Your objective
Among the entries below, please show each line that carries the word "ASTM".

*** Opening of Study material ***

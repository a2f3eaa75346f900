/**
 * Every derived value is either determined, with the construction that gave it, or plainly not
 * determined, with the reason: never a plausible number from readings that cannot support one.
 */

/** The parameters the interpretation derives, by key; `PARAMETER_LABELS` gives the trade's own symbol. */
export type LabParameter =
  | 'e0'
  | 'curve'
  | 'cc'
  | 'cr'
  | 'sigmaPCasagrande'
  | 'sigmaPStrainEnergy'
  | 'cvRootTime'
  | 'cvLogTime'
  | 'cAlpha'
  | 'mv'
  | 'k'
  | 'deltaEOverE0'
  | 'crs';

export const PARAMETER_LABELS: Readonly<Record<LabParameter, string>> = {
  e0: 'e0',
  curve: 'the e–log σ′ curve',
  cc: 'Cc',
  cr: 'Cr',
  sigmaPCasagrande: 'σ′p (Casagrande)',
  sigmaPStrainEnergy: 'σ′p (strain energy)',
  cvRootTime: 'cv (root time)',
  cvLogTime: 'cv (log time)',
  cAlpha: 'Cα',
  mv: 'mv',
  k: 'k',
  deltaEOverE0: 'Δe/e0',
  crs: 'the CRS curve',
};

/** Why a value could not be determined. */
export type CannotReason =
  | 'missing-input'
  | 'too-few-points'
  | 'no-virgin-branch'
  | 'goes-backwards'
  | 'too-noisy'
  | 'no-unloading'
  | 'no-readings'
  | 'incomplete'
  | 'no-intersection'
  | 'out-of-range';

export interface Determined<T> {
  ok: true;
  value: T;
}

export interface Undetermined {
  ok: false;
  parameter: LabParameter;
  reason: CannotReason;
  /** what is wrong, in plain English, without the "cannot determine" prefix */
  detail: string;
  /** "cannot determine σ′p (Casagrande): <detail>" */
  message: string;
}

export type Derived<T> = Determined<T> | Undetermined;

export function determined<T>(value: T): Determined<T> {
  return { ok: true, value };
}

export function cannot(parameter: LabParameter, reason: CannotReason, detail: string): Undetermined {
  return { ok: false, parameter, reason, detail, message: `cannot determine ${PARAMETER_LABELS[parameter]}: ${detail}` };
}

/** The same failure, reported for a parameter that depends on the one that failed. */
export function because(parameter: LabParameter, failed: Undetermined): Undetermined {
  return failed.parameter === parameter ? failed : cannot(parameter, failed.reason, failed.detail);
}

/** A number for messages: up to 3 significant figures, no exponent for everyday magnitudes. */
export function shown(value: number): string {
  if (!Number.isFinite(value)) return String(value);
  const abs = Math.abs(value);
  if (abs !== 0 && (abs < 0.001 || abs >= 1e6)) return value.toExponential(2);
  return String(Number(value.toPrecision(3)));
}
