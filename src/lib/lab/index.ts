/**
 * The laboratory-interpretation core: parameters derived from an oedometer test's own readings, each with
 * the construction that gave it (to draw) or the reason it could not be determined. Pure TypeScript for the
 * browser and the server; a steward's choices go in as `InterpretationChoices` and come back echoed.
 */
export { type Ags4Interpretable, testFromAgs4Row } from './ags4-test';
export type { LogTimeChoice, LogTimeConstruction } from './casagrande-log-time';
export type { CasagrandeChoice, CasagrandeConstruction } from './casagrande-preconsolidation';
export { type Branch, type CompressionCurve, type CurveProblem, type CurveState, compressionCurve } from './compression-curve';
export type { CompressionIndexChoice } from './compression-index';
export {
  type CrsInterpretation,
  type CrsPoint,
  type CrsReading,
  type CrsTestInput,
  crsPoints,
  interpretCrsTest,
  RECOMMENDED_PORE_PRESSURE_RATIO,
} from './crs-test';
export type { CurvePoint, Segment, StressRange, TimeRange } from './geometry';
export type { IncrementChoice, IncrementInterpretation, SecondaryCompression } from './increment-interpretation';
export {
  type IncrementalInterpretation,
  type InterpretationChoices,
  type InterpretationContext,
  interpretIncrementalTest,
} from './interpret-incremental';
export type { NormalisedChart } from './max-curvature';
export {
  type CannotReason,
  type Derived,
  type Determined,
  type LabParameter,
  PARAMETER_LABELS,
  type Undetermined,
} from './outcome';
export { type ReadingsError, type ReadingsResult, type ReadingsTest, readReadingsCsv } from './readings-csv/read-readings';
export type { ReadingsRowError, ReadingsSection } from './readings-csv/readings-rows';
export { TIME_READINGS_MARKER } from './readings-csv/readings-sections';
export { type ReadingsColumnGuideEntry, readingsColumnGuide, readingsTemplateCsv } from './readings-csv/readings-template';
export type { RecompressionIndexChoice } from './recompression-index';
export {
  REVIEW_TOLERANCES,
  type ReviewedParameter,
  type ReviewFlag,
  reviewFlags,
  type SubmittedValues,
  type Tolerance,
} from './review-flags';
export type { SampleQuality } from './sample-quality';
export type { SlopeFit } from './slope-fit';
export type { SpecimenState } from './specimen-state';
export type { StrainEnergyChoice, StrainEnergyConstruction, WorkLine, WorkPoint } from './strain-energy-preconsolidation';
export type { RootTimeChoice, RootTimeConstruction } from './taylor-root-time';
export type { IncrementalTestInput, IncrementInput, SpecimenDrainage, SpecimenInput, TimeReading } from './test-input';
export { T50, T90, TAYLOR_FACTOR } from './time-factors';
export type { TimePoint } from './time-readings';
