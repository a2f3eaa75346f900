import type { Transaction } from 'kysely';
import type { AppServices } from '../app-services';
import { recordAudit } from '../audit/audit-log';
import type { Database } from '../db/schema';
import { scopeOf } from '../tenancy/scope';
import { inTenantTransaction } from '../tenancy/tenant-transaction';
import type { FirmCaller } from './firm-caller';

/** A read for a firm operation, in the caller's tenant scope. */
export function readAsCaller<T>(
  app: Pick<AppServices, 'db'>,
  caller: FirmCaller,
  fn: (trx: Transaction<Database>) => Promise<T>,
): Promise<T> {
  return inTenantTransaction(app.db, scopeOf(caller.identity), fn);
}

/** The audit entry of a firm operation better-auth has carried out for the caller. */
export async function auditFirmAction(
  app: Pick<AppServices, 'db'>,
  caller: FirmCaller,
  event: { firmId: string; action: string; objectType: string; objectId: string; summary?: Record<string, unknown> },
): Promise<void> {
  await recordAudit(app.db, { actorUserId: caller.identity.user.id, ipAddress: caller.ipAddress, ...event });
}
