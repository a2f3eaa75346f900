/**
 * Natural cubic spline through points with strictly increasing x: C² smooth, zero second derivative
 * at both ends. Used to draw a smooth curve through laboratory points and to read its slope and
 * curvature between them. Source: the standard tridiagonal construction (e.g. Burden & Faires,
 * Numerical Analysis, natural cubic spline algorithm) — from memory.
 */
export class NaturalSpline {
  private readonly xs: Float64Array;
  private readonly ys: Float64Array;
  /** second derivatives at the knots */
  private readonly m: Float64Array;

  constructor(xs: readonly number[], ys: readonly number[]) {
    const n = xs.length;
    if (n < 2 || ys.length !== n) throw new RangeError('A spline needs at least two points with one y per x.');
    this.xs = Float64Array.from(xs);
    this.ys = Float64Array.from(ys);
    for (let i = 1; i < n; i++) {
      if (!((this.xs[i] as number) > (this.xs[i - 1] as number))) throw new RangeError('Spline x values must increase strictly.');
    }
    this.m = new Float64Array(n);
    if (n < 3) return;
    const h = (i: number) => (this.xs[i + 1] as number) - (this.xs[i] as number);
    const diag = new Float64Array(n);
    const rhs = new Float64Array(n);
    for (let i = 1; i < n - 1; i++) {
      diag[i] = 2 * (h(i - 1) + h(i));
      rhs[i] =
        (6 * ((this.ys[i + 1] as number) - (this.ys[i] as number))) / h(i) -
        (6 * ((this.ys[i] as number) - (this.ys[i - 1] as number))) / h(i - 1);
    }
    // Thomas algorithm on the interior knots; off-diagonals are h(i−1) below and h(i) above.
    for (let i = 2; i < n - 1; i++) {
      const w = h(i - 1) / (diag[i - 1] as number);
      diag[i] = (diag[i] as number) - w * h(i - 1);
      rhs[i] = (rhs[i] as number) - w * (rhs[i - 1] as number);
    }
    for (let i = n - 2; i >= 1; i--) {
      const above = i < n - 2 ? h(i) * (this.m[i + 1] as number) : 0;
      this.m[i] = ((rhs[i] as number) - above) / (diag[i] as number);
    }
  }

  get first(): number {
    return this.xs[0] as number;
  }

  get last(): number {
    return this.xs[this.xs.length - 1] as number;
  }

  /** Value, first and second derivative at x (x outside the knots is extended by the end cubic). */
  at(x: number): { y: number; dy: number; d2y: number } {
    const n = this.xs.length;
    let i = 0;
    let hi = n - 1;
    while (hi - i > 1) {
      const mid = (i + hi) >> 1;
      if ((this.xs[mid] as number) > x) hi = mid;
      else i = mid;
    }
    const x0 = this.xs[i] as number;
    const x1 = this.xs[i + 1] as number;
    const h = x1 - x0;
    const m0 = this.m[i] as number;
    const m1 = this.m[i + 1] as number;
    const y0 = this.ys[i] as number;
    const y1 = this.ys[i + 1] as number;
    const a = x1 - x;
    const b = x - x0;
    const y = (m0 * a ** 3 + m1 * b ** 3) / (6 * h) + (y0 / h - (m0 * h) / 6) * a + (y1 / h - (m1 * h) / 6) * b;
    const dy = (-m0 * a * a + m1 * b * b) / (2 * h) + (y1 - y0) / h - ((m1 - m0) * h) / 6;
    const d2y = (m0 * a + m1 * b) / h;
    return { y, dy, d2y };
  }
}
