import { cannot, type Derived, determined, shown } from './outcome';
import type { SpecimenInput } from './test-input';

/** Density of water used for the solids volume, g/cm³ (common practice for laboratory work at room temperature). */
const WATER_DENSITY_G_PER_CM3 = 1;

export interface SpecimenState {
  e0: number;
  /** how e0 was found: from the dry mass (ASTM D2435 height of solids), as given, or from w·Gs assuming saturation */
  basis: 'dry-mass' | 'given' | 'water-content';
  initialHeightMm: number | null;
  /** height of solids Hs = H0/(1 + e0), mm; null without the initial height */
  solidsHeightMm: number | null;
  /** remarks on the inputs (e.g. a given e0 that disagrees with the dry mass) */
  notes: string[];
}

const positive = (v: number | null | undefined): v is number => typeof v === 'number' && Number.isFinite(v) && v > 0;

/**
 * The specimen's initial void ratio and height of solids. With the dry mass, diameter, height and Gs,
 * Hs = Md/(Gs·ρw·A) and e0 = H0/Hs − 1 (ASTM D2435/D2435M, calculation of the height of solids). Else
 * a given e0; else e0 = w·Gs for a saturated specimen (Se = wGs with S = 1, phase relations).
 */
export function specimenState(specimen: SpecimenInput): Derived<SpecimenState> {
  const h0 = positive(specimen.initialHeightMm) ? specimen.initialHeightMm : null;
  const notes: string[] = [];
  const { dryMassG, diameterMm, specificGravity: gs, initialVoidRatio: given, waterContentPct: w } = specimen;
  let e0: number | null = null;
  let basis: SpecimenState['basis'] = 'given';
  if (h0 !== null && positive(dryMassG) && positive(diameterMm) && positive(gs)) {
    const areaCm2 = (Math.PI * (diameterMm / 10) ** 2) / 4;
    const solidsHeightCm = dryMassG / (gs * WATER_DENSITY_G_PER_CM3 * areaCm2);
    e0 = h0 / 10 / solidsHeightCm - 1;
    basis = 'dry-mass';
    if (positive(given) && Math.abs(given - e0) > 0.05) {
      notes.push(`The given e0 ${shown(given)} differs from ${shown(e0)} worked out from the dry mass; the dry mass is used.`);
    }
  } else if (positive(given)) {
    e0 = given;
  } else if (positive(w) && positive(gs)) {
    e0 = (w / 100) * gs;
    basis = 'water-content';
    notes.push('e0 is worked out from w·Gs, assuming the specimen was saturated.');
  }
  if (e0 === null) {
    return cannot('e0', 'missing-input', 'give e0, or the dry mass with height, diameter and Gs, or the water content with Gs.');
  }
  if (!(e0 > 0 && e0 < 20)) {
    return cannot('e0', 'out-of-range', `e0 works out at ${shown(e0)}, outside 0 to 20; check the dry mass, dimensions and Gs.`);
  }
  return determined({ e0, basis, initialHeightMm: h0, solidsHeightMm: h0 === null ? null : h0 / (1 + e0), notes });
}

*** Close of Study material ***

Solution for this task
  /** how e0 was found: from the dry mass (ASTM D2435 height of solids), as given, or from w·Gs assuming saturation */
 * Hs = Md/(Gs·ρw·A) and e0 = H0/Hs − 1 (ASTM D2435/D2435M, calculation of the height of solids). Else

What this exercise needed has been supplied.